(Items from a data source)

* * * * * * * * *

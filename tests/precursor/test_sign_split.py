"""Regression on the positive and the negative part of a predictor."""

from __future__ import annotations

import numpy as np
import pytest

from profiles.precursor.sign_split import split_regression

NAN = np.nan
MONTHS = np.arange(4000) % 12 + 1


def test_different_slopes_are_told_apart_exactly():
    predictor = np.array([-3.0, -2.0, -1.0, 1.0, 2.0, 3.0, 0.0, 4.0])
    target = 1.0 + 2.0 * np.maximum(predictor, 0.0) + 0.5 * np.minimum(predictor, 0.0)
    slopes, errors = split_regression(predictor, target[None], MONTHS[: target.size])
    np.testing.assert_allclose(slopes[:, 0], [2.0, 0.5])
    np.testing.assert_allclose(errors[:, 0], 0.0, atol=1e-7)


def test_white_noise_gives_the_textbook_errors():
    generator = np.random.default_rng(1)
    predictor = generator.standard_normal(4000)
    target = predictor + generator.standard_normal(4000)
    parts = np.column_stack([np.ones(4000), np.maximum(predictor, 0.0), np.minimum(predictor, 0.0)])
    expected = np.sqrt(np.diag(np.linalg.inv(parts.T @ parts)))[1:]  # of noise of unit variance
    _, errors = split_regression(predictor, target[None], MONTHS[: target.size])
    np.testing.assert_allclose(errors[:, 0], expected, rtol=0.1)


def test_errors_of_red_noise_hold_the_truth():
    # 300 records of 40 years; 95 % intervals must hold the slope of 1 in 90 to 99 %.
    generator = np.random.default_rng(2)
    held = []
    for _ in range(300):
        walk = [np.zeros(2)]
        for step in generator.standard_normal((480, 2)):
            walk.append(0.85 * walk[-1] + step)
        predictor, noise = np.array(walk[1:]).T
        slopes, errors = split_regression(predictor, (predictor + noise)[None], MONTHS[:480])
        held.append(np.abs(slopes[:, 0] - 1.0) < 1.96 * errors[:, 0])
    assert 0.90 <= np.mean(held) <= 0.99


@pytest.mark.parametrize("target", [np.full(6, NAN), np.array([1.0, NAN, NAN, 2.0, 3.0, 4.0])])
def test_too_few_of_one_sign_give_nothing(target):
    slopes, errors = split_regression(np.array([-1.0, -2.0, -3.0, 1.0, 2.0, 3.0]), target[None], MONTHS[: target.size])
    assert np.isnan([slopes, errors]).all()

* * * * * * * * *

» PROBLEM: Copy each line above that has the word "pytest".

» SOLVED EXERCISE:
import pytest
@pytest.mark.parametrize("target", [np.full(6, NAN), np.array([1.0, NAN, NAN, 2.0, 3.0, 4.0])])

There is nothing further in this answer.